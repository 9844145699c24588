/**
 * The site file's keys as they stand in YAML, each with what it may hold. Every message says what was expected and what
 * was got; where it stands is added by the parser, which has the lines.
 */
import { z } from 'zod';
import { checked } from './checked-value.ts';
import { parseDuration } from './duration.ts';
import { parseInstant } from './instant.ts';
import { showValue } from './issue.ts';
import { MAX_CHANNELS, MAX_HORIZON, MAX_SIGNALS, MAX_TICK_MS, MIN_TICK_MS } from './limits.ts';
import { isName, NAME_RULE } from './name.ts';
import { nearestName } from './nearest.ts';
import type { Aggregate } from './site.ts';
import { excludeEntrySchema, excludeSchema, whenSchema } from './site-exclude.ts';
import { PAYLOAD_KEYS, payloadSchema } from './site-payload.ts';
import { signalWarnSchema, warnSchema } from './site-warn.ts';
import { checkTopicFilter } from './topics.ts';

const isText = (value: unknown): value is string => typeof value === 'string';
const isNumber = (value: unknown): value is number => typeof value === 'number' && Number.isFinite(value);

const quoted = (rule: string) => (value: unknown) =>
  typeof value === 'number' || typeof value === 'boolean' ? `${rule} (in quotes if it looks like a number)` : rule;

const name = checked(quoted(NAME_RULE), (value) => (isText(value) && isName(value) ? value : undefined));

const duration = checked('a duration such as "10s", "1min" or "1h"', (value) =>
  isText(value) ? (parseDuration(value) ?? undefined) : undefined,
);

const tick = checked(`a duration from ${MIN_TICK_MS} ms to one day, such as "10s", "1min" or "1h"`, (value) => {
  const ms = isText(value) ? parseDuration(value) : null;
  return ms !== null && ms >= MIN_TICK_MS && ms <= MAX_TICK_MS ? ms : undefined;
});

/** Ticks as a number, or a duration in ms that the tick must divide. */
const horizon = checked<{ ticks: number } | { ms: number }>(
  `a whole number of ticks from 1 to ${MAX_HORIZON}, or a duration such as "6h"`,
  (value) => {
    if (isNumber(value))
      return Number.isInteger(value) && value >= 1 && value <= MAX_HORIZON ? { ticks: value } : undefined;
    const ms = isText(value) ? parseDuration(value) : null;
    return ms !== null && ms > 0 ? { ms } : undefined;
  },
);

const isTimeZone = (zone: string): boolean => {
  try {
    new Intl.DateTimeFormat('en', { timeZone: zone });
    return /^[A-Za-z]/.test(zone);
  } catch {
    return false;
  }
};

const timeZone = checked(
  (value) => {
    const near = isText(value) ? nearestName(value, Intl.supportedValuesOf('timeZone')) : null;
    return `an IANA time zone such as "Europe/Vienna" or "UTC"${near === null ? '' : ` (did you mean "${near}"?)`}`;
  },
  (value) => (isText(value) && isTimeZone(value) ? value : undefined),
);

/** A filter's own complaint is better than any general one. */
const topicFilter = z.unknown().transform((value, context): string => {
  const fail = (message: string): never => {
    context.addIssue({ code: 'custom', message });
    return z.NEVER;
  };
  if (!isText(value)) return fail(`expected an MQTT topic filter, got ${showValue(value)}`);
  if (value.startsWith('$share/'))
    return fail('expected a topic filter that every gateway gets in full, got a shared one');
  try {
    checkTopicFilter(value);
    return value;
  } catch (error) {
    return fail((error as Error).message);
  }
});

const root = checked('topic levels without wildcards, such as "stillwell" or "plant/forecasts"', (value) =>
  isText(value) && value.split('/').every(isName) ? value : undefined,
);

/** UCUM codes people most often get wrong, and what they mean. */
const UNIT_HINTS: Readonly<Record<string, string>> = {
  '°C': 'Cel',
  degC: 'Cel',
  C: 'Cel',
  '°F': '[degF]',
  'm³/h': 'm3/h',
  'm³': 'm3',
  'm²': 'm2',
  'l/s': 'L/s',
  '°': 'deg',
  µm: 'um',
  Ω: 'Ohm',
  '': '1',
};

const unit = checked(
  (value) => {
    const hint = isText(value) ? UNIT_HINTS[value] : isNumber(value) ? String(value) : undefined;
    return `a UCUM unit code in quotes if need be, without spaces${hint === undefined ? '' : ` (did you mean "${hint}"?)`}`;
  },
  (value) => {
    if (value === 1) return '1';
    return isText(value) && /^[!-~]{1,40}$/.test(value) && value !== 'degC' ? value : undefined;
  },
);

const number = checked('a number', (value) => (isNumber(value) ? value : undefined));
const scale = checked('a number other than 0', (value) => (isNumber(value) && value !== 0 ? value : undefined));
const positive = checked('a number above 0', (value) => (isNumber(value) && value > 0 ? value : undefined));
const byteCount = checked('a whole number of bytes a day, at least 1024', (value) =>
  Number.isSafeInteger(value) && (value as number) >= 1024 ? (value as number) : undefined,
);
const truth = checked('true or false', (value) => (typeof value === 'boolean' ? value : undefined));
const label = checked(quoted('text'), (value) => (isText(value) && value.length > 0 ? value : undefined));

const range = checked<readonly [number, number]>('two numbers [low, high] with low below high', (value) => {
  if (!Array.isArray(value) || value.length !== 2 || !value.every(isNumber)) return undefined;
  return value[0]! < value[1]! ? ([value[0]!, value[1]!] as const) : undefined;
});

const AGGREGATES: readonly Aggregate[] = ['last', 'mean', 'min', 'max', 'sum', 'increment'];
const aggregate = checked(
  (value) => {
    const near = isText(value) ? nearestName(value, AGGREGATES) : null;
    return `one of ${AGGREGATES.join(', ')}${near === null ? '' : ` (did you mean "${near}"?)`}`;
  },
  (value) => AGGREGATES.find((one) => one === value),
);

const isDate = (text: string): boolean => /^\d{4}-\d\d-\d\d$/.test(text) && parseInstant(`${text}T00:00:00Z`) !== null;
const holiday = checked('a date such as "2026-12-25"', (value) => (isText(value) && isDate(value) ? value : undefined));

const limits = z.strictObject({
  high_high: number.nullish(),
  high: number.nullish(),
  low: number.nullish(),
  low_low: number.nullish(),
});

const signalKeys = {
  name,
  topic: topicFilter.nullish(),
  payload: payloadSchema.nullish(),
  unit: unit.nullish(),
  sent_in: unit.nullish(),
  scale: scale.nullish(),
  offset: number.nullish(),
  wraps_at: positive.nullish(),
  resolution: positive.nullish(),
  range: range.nullish(),
  aggregate: aggregate.nullish(),
  limits: limits.nullish(),
  warn: signalWarnSchema.nullish(),
  column: label.nullish(),
};

/** One entry of `signals`. */
export const signalSchema = z.strictObject(signalKeys);
/** One entry of `inputs`. */
export const inputSchema = z.strictObject({ ...signalKeys, plan_topic: topicFilter.nullish() });
/** The map under `limits`. */
export const limitsSchema = limits;
/** The map under `calendar`. */
export const calendarSchema = z.strictObject({
  time_of_day: truth.nullish(),
  day_of_week: truth.nullish(),
  holidays: z.array(holiday).nullish(),
});

/** The whole site file. */
export const siteFileSchema = z.strictObject({
  site: name,
  class: name.nullish(),
  time_zone: timeZone,
  tick,
  horizon,
  lateness: duration.nullish(),
  root: root.nullish(),
  residual_budget: byteCount.nullish(),
  warn: warnSchema.nullish(),
  signals: z.array(signalSchema).min(1).max(MAX_SIGNALS),
  inputs: z.array(inputSchema).max(MAX_CHANNELS).nullish(),
  calendar: calendarSchema.nullish(),
  exclude: excludeSchema.nullish(),
});

/** A site file that passed its schema, before defaults. */
export type SiteFile = z.output<typeof siteFileSchema>;

/** Keys that the map at a path of the site file may have, for suggestions. */
export const siteFileKeys = (path: readonly PropertyKey[]): readonly string[] => {
  const [first, , third, fourth] = path;
  if (path.length === 0) return Object.keys(siteFileSchema.shape);
  if (first === 'calendar') return Object.keys(calendarSchema.shape);
  if (first === 'exclude') return Object.keys((third === 'when' ? whenSchema : excludeEntrySchema).shape);
  if (first === 'warn' || (third === 'warn' && fourth !== undefined)) return Object.keys(warnSchema.shape);
  if (third === 'warn') return Object.keys(signalWarnSchema.shape);
  if (third === 'limits') return Object.keys(limitsSchema.shape);
  if (third === 'payload') return PAYLOAD_KEYS;
  if (first === 'inputs') return Object.keys(inputSchema.shape);
  return first === 'signals' ? Object.keys(signalSchema.shape) : [];
};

**Task requirements**
Would you retype the lines above from the one with "const quoted = (rule: string)" down to the one with "must divide. */", word for word, both ends included and no other lines?

**Solution to this problem**
const quoted = (rule: string) => (value: unknown) =>
  typeof value === 'number' || typeof value === 'boolean' ? `${rule} (in quotes if it looks like a number)` : rule;

const name = checked(quoted(NAME_RULE), (value) => (isText(value) && isName(value) ? value : undefined));

const duration = checked('a duration such as "10s", "1min" or "1h"', (value) =>
  isText(value) ? (parseDuration(value) ?? undefined) : undefined,
);

const tick = checked(`a duration from ${MIN_TICK_MS} ms to one day, such as "10s", "1min" or "1h"`, (value) => {
  const ms = isText(value) ? parseDuration(value) : null;
  return ms !== null && ms >= MIN_TICK_MS && ms <= MAX_TICK_MS ? ms : undefined;
});

/** Ticks as a number, or a duration in ms that the tick must divide. */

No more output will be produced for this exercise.